Use the graph of f(t) = 2t − 5 on the interval [−2, 10] to write the function F(x), where f of x equals the integral from 1 to x of f of t dt.
Answer choices:
F(x) = 2x − 5
F(x) = x2 − 5x − 4
F(x) = x2 − 5x + 4
F(x) = x2 − 5x + 36
F(x) =
x
∫ ( 2 t - 5 ) dt =
1
x
( 2 t² / 2 - 5 t ) =
1
x
( t² - 5 t ) =
1
x² - 5 x - ( 1² - 5 ∙ 1 ) = x² - 5 x - ( 1 - 5 ) = x² - 5 x - ( - 4 ) = x² - 5 x + 4
nicely done, but it's clear that the graph was not necessary.
Well, let's see here. We want to find the function F(x), which represents the integral from 1 to x of f(t) dt. To do that, we need to find the antiderivative of f(t). The function f(t) = 2t - 5 is a linear function, so its antiderivative will be a quadratic function.
If we integrate 2t, we get t^2, and if we integrate -5, we get -5t. So, the antiderivative of f(t) is F(t) = t^2 - 5t.
To find F(x), we need to evaluate F(t) at the upper limit of integration, x, and subtract F(t) evaluated at the lower limit of integration, 1. So, F(x) = F(x) - F(1).
Let's calculate F(x):
F(x) = (x^2 - 5x) - (1^2 - 5*1)
= x^2 - 5x - 1 + 5
= x^2 - 5x + 4.
So, the function F(x) is F(x) = x^2 - 5x + 4. That's the third option!
To write the function F(x) using the graph of f(t) = 2t − 5 on the interval [−2, 10], we need to evaluate the integral of f(t) with respect to t from 1 to x.

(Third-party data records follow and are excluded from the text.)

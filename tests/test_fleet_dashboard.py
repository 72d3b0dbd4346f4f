"""The fleet dashboard: the fleet view draws each pooled contract and the car set, lists
every station's stores, and the station picker shows the chosen station's own views of
its part of the fleet plan; a station with an operations record (a real SQLite record,
``db`` in the fleet's ``stations`` sheet) shows its record behind the picker, a station
without one says so; ``--study DIR`` adds the Studies tab.  The browser tests run a real
headless Chromium (Debian's chromium and chromium-driver), served in a thread on
127.0.0.1; nothing else is contacted."""

from __future__ import annotations

import dataclasses
import datetime as dt
import json
import os
import time

import pytest

from reagentplan.cli import main
from reagentplan.dashboard.testing import CHROMEDRIVER, CHROMIUM, chromium_driver

from fleet_helpers import fleet_rows, write_fleet
from helpers import START, write_workbook
from record_data import record_sheets, write_record

pytestmark = pytest.mark.slow
TIMEOUT = 60
AS_OF = START - dt.timedelta(days=1)
#: the station with a record: not the picker's first, so the browser test has to pick it
RECORDED = "south"
CHROMIUM_OK = os.path.exists(CHROMIUM) and os.path.exists(CHROMEDRIVER)
browser = pytest.mark.skipif(not CHROMIUM_OK,
                             reason="no Chromium / chromedriver (Debian packages 'chromium', 'chromium-driver')")


def recorded_fleet(folder, db: str | None) -> object:
    """The three-station test fleet (fleet_helpers) written to ``folder`` with ``db`` as
    the record of `RECORDED` (the others have none); returns the fleet workbook's path."""
    write_fleet(folder, days=42)
    rows = fleet_rows({}, [["Quarry pool", "Quarry Q", "limestone", None, 12000, None],
                           ["Board pool", "Board Co", "gypsum", None, 4000, None]], [["Q set", 2, 7]])
    rows["stations"] = [["station", "workbook", "db"]] + [
        [n, f"{n}.xlsx", db if n == RECORDED else None] for n in ("north", "south", "east")]
    return write_workbook(rows, folder / "recorded.xlsx")


def write_study(folder):
    """A study folder as `reagentplan study FLEET.xlsx` writes it (study.csv with the
    columns of DESIGN §7, study.json); invented values, two cases varying a pooled limit."""
    folder.mkdir(parents=True, exist_ok=True)
    varied = "shared_contracts[Quarry pool].max_t_per_month"
    head = ["case", varied, "status", "total_cost", "cost_p10", "cost_p50", "cost_p90",
            "p_limestone_below_safety", "p_any_over_capacity", "trains", "trucks", "sold_t", "landfilled_t",
            "solve_seconds", "expected_cost", "baseline_total_cost", "gap", "breaches", "futures",
            "case_seconds", "message"]
    rows = [[1, 10000, "optimal", 900000, 880000, 900000, 940000, 0.02, 0.0, 6, 10, 4000, 900, 1.0, 905000,
             990000, 0.0, 0, 5, 2.0, ""],
            [2, 14000, "optimal", 860000, 850000, 860000, 890000, 0.01, 0.0, 7, 2, 4000, 900, 1.0, 862000,
             990000, 0.0, 0, 5, 2.0, ""]]
    (folder / "study.csv").write_text("\n".join(",".join(map(str, r)) for r in [head, *rows]) + "\n")
    (folder / "study.json").write_text(json.dumps({"winner": 2, "winner_reason": "case 2 costs least",
                                                   "risk_level": 0.05, "currency": "USD"}))
    return folder


@pytest.fixture(scope="module")
def built(tmp_path_factory):
    """The fleet with south's record (a week of facts and one plan version, made by the
    CLI as a station's coordinator makes them), planned once, with a study."""
    from reagentplan.dashboard.fleet import create_fleet_app
    from reagentplan.settings import PLAN

    folder = tmp_path_factory.mktemp("fleetdash")
    url = f"sqlite:///{folder / 'south.db'}"
    path = recorded_fleet(folder / "in", url)
    south = folder / "in" / "south.xlsx"
    assert main(["db", "upgrade", "--db", url]) == 0
    assert main(["record", str(write_record(record_sheets(), folder / "week.xlsx")), "--db", url,
                 "--scenario", str(south), "--as-of", f"{AS_OF}"]) == 0
    assert main(["plan", str(south), "--db", url, "--as-of", f"{AS_OF}", "--out", str(folder / "plan"),
                 "--futures", "0"]) in (0, 1)
    study = write_study(folder / "study")
    app = create_fleet_app(path, settings=dataclasses.replace(PLAN, futures=5, firm_days=14), study_dir=study)
    return app, path, study


def pick(app, station: str) -> dict:
    """What the page gets back when ``station`` is picked: a real request to the app's
    callback endpoint (the station picker's callback), as ``{id: {property: value}}``."""
    key = next(k for k in app.callback_map if "fleet-record.children" in k)
    outputs = [dict(zip(("id", "property"), o.rsplit(".", 1))) for o in key.strip(".").split("...")]
    body = {"output": key, "outputs": outputs,
            "inputs": [{"id": "fleet-station", "property": "value", "value": station}],
            "changedPropIds": ["fleet-station.value"], "state": []}
    client = app.server.test_client()
    answer = client.post("/_dash-update-component", data=json.dumps(body),
                         headers={"Content-Type": "application/json", "Origin": "http://localhost"})
    assert answer.status_code == 200, answer.data[:300]
    return answer.get_json()["response"]


def test_the_picked_station_shows_its_record_and_a_station_without_one_says_so(built):
    from reagentplan.dashboard.views import record as R

    app, _, _ = built
    assert app.layout["tab-record"].label == "Record & changes"
    south = pick(app, RECORDED)
    body = json.dumps(south["fleet-record"]["children"])
    # south's record: its plan version in force, its recorded survey as a point, the
    # weekly movements recorded against it; read-only (no upload on the fleet page)
    assert "Plan version 1 in force" in body and f"as of {AS_OF:%a %d %b %Y}" in body
    assert '"id": "record-store-limestone"' in body and '"name": "surveyed"' in body
    assert "limestone in: recorded" in body
    assert R.UPLOAD not in body and "Read-only here" in body
    assert "has no operations record" not in body
    # north has none: the tab says so plainly, and shows nothing of south's record
    north = json.dumps(pick(app, "north")["fleet-record"]["children"])
    assert "north has no operations record" in north and "fleet-record-none" in north
    assert "Plan version" not in north and "record-store-limestone" not in north
    # the station views behind the picker follow the pick too
    assert pick(app, "north")["plant-stores"] != south["plant-stores"]


def test_the_record_tab_is_absent_when_no_station_has_a_record_and_the_studies_tab_needs_a_study(built):
    from reagentplan.dashboard.fleet import create_fleet_app
    from reagentplan.dashboard.views import study as S

    app, path, study = built
    tab = app.layout["tab-study"]
    assert tab.label == "Studies"
    chart = app.layout[S.CHART].figure
    assert sorted(y for t in chart.data for y in t.y) == [862000, 905000]  # study.csv's expected costs
    assert "shared_contracts[Quarry pool].max_t_per_month = 14000" in " ".join(
        h for t in chart.data for h in t.hovertext)
    # the same fleet plan, no station with a record, no study: neither tab
    result = app.reagentplan_fleet
    bare = dataclasses.replace(result, fleet=dataclasses.replace(
        result.fleet, stations=tuple(dataclasses.replace(s, db=None) for s in result.fleet.stations)))
    plain = create_fleet_app(path, result=bare)
    tabs = [t.id for t in plain.layout["views"].children]
    assert tabs == ["tab-fleet", "tab-coordinator", "tab-plant", "tab-sales"]
    assert not any("fleet-record" in k for k in plain.callback_map)


def test_a_station_has_one_colour_in_every_fleet_figure_and_the_stores_show_no_minus_zero(built):
    """The pooled contracts' and the car set's figures colour a station alike (they did
    not: one took the sorted names, the other the table's order), their legends sit at
    the foot, below the axis title; a solver's -1e-9 t shows as 0 in the stores table."""
    from reagentplan.dashboard import fleet_figures
    from reagentplan.fleet import fleet_frames

    app = built[0]
    frames = fleet_frames(app.reagentplan_fleet)
    pooled = fleet_figures.pooled_figure(frames["Pooled contracts"], "Quarry pool")
    cars = fleet_figures.cars_figure(frames["Car sets"], "Q set")
    colour = {t.name: t.marker.color for t in pooled.data if t.type == "bar"}
    assert set(colour) == {"north", "south", "east"} and len(set(colour.values())) == 3
    assert {t.name: t.marker.color for t in cars.data if t.type == "bar"} == colour
    for fig in (pooled, cars):
        assert fig.layout.legend.yref == "container" and fig.layout.legend.yanchor == "bottom"
    cells = [c.children for row in app.layout["fleet-stores"].children[1].children for c in row.children]
    assert "-0" not in cells and "fly ash" in cells


def test_a_station_record_that_cannot_be_opened_names_its_row(tmp_path, capsys):
    from reagentplan.dashboard.fleet import station_records
    from reagentplan.errors import ScenarioError
    from reagentplan.fleet import load_fleet

    path = recorded_fleet(tmp_path / "in", f"sqlite:///{tmp_path / 'nowhere' / 'south.db'}")
    with pytest.raises(ScenarioError) as err:
        station_records(load_fleet(path))
    assert "sheet 'stations', row 3, column 'db': station 'south'" in err.value.report()
    assert "does not exist" in err.value.report()
    # on the command line: exit 2 with the same line, before the fleet is planned
    assert main(["dashboard", str(path), "--futures", "0"]) == 2
    assert "row 3, column 'db': station 'south'" in capsys.readouterr().err


def test_cli_fleet_dashboard_with_a_missing_study_exits_2_before_planning(tmp_path, capsys):
    path = write_fleet(tmp_path / "in", days=14)
    assert main(["dashboard", str(path), "--study", str(tmp_path / "none"), "--futures", "0"]) == 2
    err = capsys.readouterr().err
    assert "--study:" in err and "does not exist" in err


# ------------------------------------------------------------------------- in Chromium


def wait(driver, condition, what: str):
    from selenium.webdriver.support.ui import WebDriverWait

    return WebDriverWait(driver, TIMEOUT, poll_frequency=0.1).until(lambda d: condition(d),
                                                                    message=f"timed out waiting for {what}")


def drawn(driver) -> int:
    return driver.execute_script(
        "return document.querySelectorAll('.rp-view .js-plotly-plot .main-svg.plotly, "
        ".rp-view .js-plotly-plot svg.main-svg').length") // 2


def text(driver, element_id: str) -> str:
    return driver.execute_script("var e = document.getElementById(arguments[0]); return e ? e.innerText : '';",
                                 element_id)


def first_x(driver, graph_id: str):
    return driver.execute_script(
        "var g = document.querySelector('#' + arguments[0] + ' .js-plotly-plot') "
        "|| document.getElementById(arguments[0]);"
        "return g && g.data ? JSON.stringify(g.data.map(t => t.y)) : null;", graph_id)


@pytest.fixture(scope="module")
def served(built):
    from reagentplan.dashboard.testing import serve_in_thread

    app = built[0]
    url, stop = serve_in_thread(app)
    yield url, app
    stop()


@browser
def test_fleet_dashboard_in_chromium(served, tmp_path):
    from selenium.webdriver.common.by import By

    url, app = served
    profile = tmp_path / "profile"
    d = chromium_driver(profile)
    try:
        d.get(url)
        wait(d, lambda d: drawn(d) >= 3, "the pooled contracts' and the car set's charts")
        assert "Test fleet" in text(d, "header-title")
        stores = text(d, "fleet-stores")
        for name in ("north", "south", "east"):
            assert name in stores
        assert "Board pool" in text(d, "fleet-room")
        d.save_screenshot(str(tmp_path / "fleet.png"))
        # the station picker: north's, then south's plant view
        d.find_element(By.ID, "tab-plant").click()
        wait(d, lambda d: drawn(d) >= 2, "north's stores and risk")
        before = first_x(d, "plant-stores")
        assert before
        d.find_element(By.CSS_SELECTOR, "#fleet-station input[value='south']").click()
        wait(d, lambda d: first_x(d, "plant-stores") not in (before, None), "south's stores")
        wait(d, lambda d: drawn(d) >= 2, "south's stores and risk")
        d.find_element(By.ID, "tab-coordinator").click()
        wait(d, lambda d: drawn(d) >= 3, "south's deliveries")
        time.sleep(0.3)
        d.save_screenshot(str(tmp_path / "south-coordinator.png"))
    finally:
        d.quit()


@browser
def test_picking_the_station_with_a_record_shows_its_record_tab_in_chromium(served, tmp_path):
    from selenium.webdriver.common.by import By

    url, app = served
    d = chromium_driver(tmp_path / "profile")
    try:
        d.get(url)
        wait(d, lambda d: drawn(d) >= 3, "the fleet view")
        d.find_element(By.ID, "tab-record").click()
        # north (picked first) has no record: said plainly
        wait(d, lambda d: "north has no operations record" in text(d, "fleet-record"), "north's line")
        d.find_element(By.CSS_SELECTOR, f"#fleet-station input[value='{RECORDED}']").click()
        wait(d, lambda d: "Plan version 1 in force" in text(d, "record-plan-in-force"), "south's plan in force")
        wait(d, lambda d: drawn(d) >= 2, "south's record charts")
        assert first_x(d, "record-store-limestone")
        assert "Who recorded what" in text(d, "fleet-record")
        assert not d.find_elements(By.ID, "record-upload")  # read-only here
        time.sleep(0.3)
        d.save_screenshot(str(tmp_path / "south-record.png"))
        # back to north: south's record goes
        d.find_element(By.CSS_SELECTOR, "#fleet-station input[value='north']").click()
        wait(d, lambda d: "north has no operations record" in text(d, "fleet-record"), "north's line again")
        assert not d.find_elements(By.ID, "record-plan-in-force")
        # the Studies tab from --study
        d.find_element(By.ID, "tab-study").click()
        wait(d, lambda d: "Winner: case 2" in text(d, "study-winner"), "the study's winner")
    finally:
        d.quit()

First, let's find the definite integral of f(t) = 2t − 5 from 1 to x:
∫[1, x] (2t − 5) dt
Using the integrative properties, we can integrate each term separately:
∫[1, x] 2t dt - ∫[1, x] 5 dt
The integral of 2t with respect to t is t^2, and the integral of a constant (like 5) with respect to t is that constant multiplied by t:
t^2 - 5t [integrating the terms]
Now, let's evaluate this expression by plugging in the limits of integration [1, x]:
F(x) = t^2 - 5t │[1, x]
Substituting x into the expression:
F(x) = x^2 - 5x - (1^2 - 5(1))
= x^2 - 5x - 1 + 5
= x^2 - 5x + 4
Therefore, the function F(x) is equal to x^2 - 5x + 4.
To find the function F(x), we need to integrate the function f(t) from 1 to x.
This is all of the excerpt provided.